«Орки» с Востока. Как Запад формирует образ Востока. Германский сценарий - страница 3
Меня часто спрашивали, зачем я взялся за эту книгу, достаточно и статьи в FAZ. Мне говорили, что я не представляю никакой группы и что как человек, которому всё дано и который пользуется всеми возможностями, мог бы выражаться и поскромнее. Мало того, меня предупреждали, что те, кто не привык думать, и уж тем более те, кто не хочет думать, сочтут меня «неблагодарным отродьем». Но я отнюдь не неблагодарен, напротив, я чрезвычайно признателен тем конкретным, реальным людям, так или иначе помогавшим мне, будь они с Востока или Запада, из США, Англии или Швейцарии. Как и Ханна Арендт, «любившая» не народы и коллективы[27], а отдельных людей, я тоже благодарен отдельным людям, например моему научному руководителю и многолетнему шефу Готтфриду Виллемсу[28], а не какой-то экономической, политической или социальной системе. Разве я должен извиняться или благодарить за то, что я, как и многие, воспользовался и пользуюсь возможностями, предлагаемыми жизнью, за то, что я верю демократии на слово и тем самым побуждаю ее расширять более или менее равные возможности, за то, что поддерживаю демократию по мере сил своей жизнью и активной деятельностью? Способам, которыми уже длительное время ведется западногерманский дискурс о «Востоке», его все более очевидному сужению и застыванию и в конечном счете банализации необходимо противопоставить принципиально иной подход. Так я понимаю демократию. И конечно же, я расскажу о том, как пережил перипетии истории последних тридцати лет.
2. Начала: три – счастливое число
В июне 2018-го Элизабет Декюльто[29], профессор Гумбольдта Университета в Галле, пригласила меня на свой доклад «Перемены в германистике при изменившихся политических и идеологических знаках». Предполагались «обзор истории германистики в ГДР, после него максимально непринужденная дискуссия о том, как политика влияет на мышление посредством языка и литературы. Мы были бы очень рады Вашему участию в обсуждении этой темы, ибо Вы – один из немногих наших коллег, кто может проанализировать сдвиги, произошедшие в 1980/1990/2000-х годах, и сопроводить свой анализ научно-исторической рефлексией». Это, пришедшее по электронной почте, приглашение мне польстило, но и повергло в смятение, ведь, приняв его, я, как частное лицо, засвечусь со всеми своими автобиографичными потрохами.

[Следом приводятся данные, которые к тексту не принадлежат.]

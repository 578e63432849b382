// The message files reach the browser in two chunks per language (src/i18n/bundles/): the sign-in page's
// areas, and every other area. The bundles' globs are literal file patterns, so this checks them against
// every file in the language's folder: every area in exactly one bundle, the boot bundle exactly BOOT_AREAS. A new
// area file missed by both would show its keys bare; a boot area left out would leave the sign-in page
// unworded. source: common practice (the folder's own listing is the ground truth).
import { describe, expect, it } from 'vitest'
import { BOOT_AREAS } from '@/i18n/bootAreas'
import enBoot from '@/i18n/bundles/enBoot'
import enRest from '@/i18n/bundles/enRest'
import esBoot from '@/i18n/bundles/esBoot'
import esRest from '@/i18n/bundles/esRest'

// Every file of each language's folder, listed by a plain glob of the folder (no bundle pattern involved).
const files = { en: Object.keys(import.meta.glob('../../../src/i18n/en/*.ts')), es: Object.keys(import.meta.glob('../../../src/i18n/es/*.ts')) }
const onDisk = (language: 'en' | 'es') => files[language].map((f) => f.replace(/^.*\/([^/]+)\.ts$/, '$1')).sort()

describe.each([
  ['en' as const, enBoot, enRest],
  ['es' as const, esBoot, esRest],
])('message bundles of %s', (language, boot, rest) => {
  it('hold the sign-in areas in the boot bundle and nothing else there', () => {
    expect(Object.keys(boot).sort()).toEqual([...BOOT_AREAS].sort())
  })

  it('hold every area file on disk in exactly one bundle', () => {
    const bootAreas = Object.keys(boot)
    const restAreas = Object.keys(rest)
    expect(restAreas.filter((a) => bootAreas.includes(a))).toEqual([])
    expect([...bootAreas, ...restAreas].sort()).toEqual(onDisk(language))
  })

  it('carry each file’s messages under its area', () => {
    expect(Object.keys(boot.auth ?? {}).length).toBeGreaterThan(0)
    expect(Object.keys(rest.stock ?? {}).length).toBeGreaterThan(0)
  })
})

Во что я таким образом ввязался бы? Что разворошил бы? Что бы взбаламутил внутри и снаружи? Я почувствовал себя растерянным и подавленным – и отказался, объяснив, что не могу «говорить о таких вещах беспристрастно».
Спустя полгода пришел второй запрос, и тоже из Галле, на сей раз от Даниэля Фульда, профессора германистики и директора Международного центра исследований европейского Просвещения (Internationalen Zentrums für die Erforschung der Europäischen Aufklärung, IZEA). Он приглашал меня на панельную дискуссию в Галле-Виттенбергском университете, посвященную трансформации восточно-немецких университетов в начале девяностых. С 1986 по 1992 год я изучал на бакалавриате в Йене германистику, англистику и американистику и, следовательно, испытал на себе все перемены того времени. Говорить об этом значило выступить в роли очевидца событий. Но не только свидетельство современника интересовало устроителя, а скорее то, что я один из немногих восточных немцев, которые впоследствии получили пост профессора по своему предмету, так что моя академическая должность оказалась решающим фактором. На этот раз я уступил под дружественным натиском, поскольку все больше и больше стал осознавать значимость и злободневность заявленной тематики. И прежде всего мне стало ясно, что сделать по-настоящему критический анализ негативного развития западно-восточных отношений не получится, если не сделать это публично, что мне и предложили.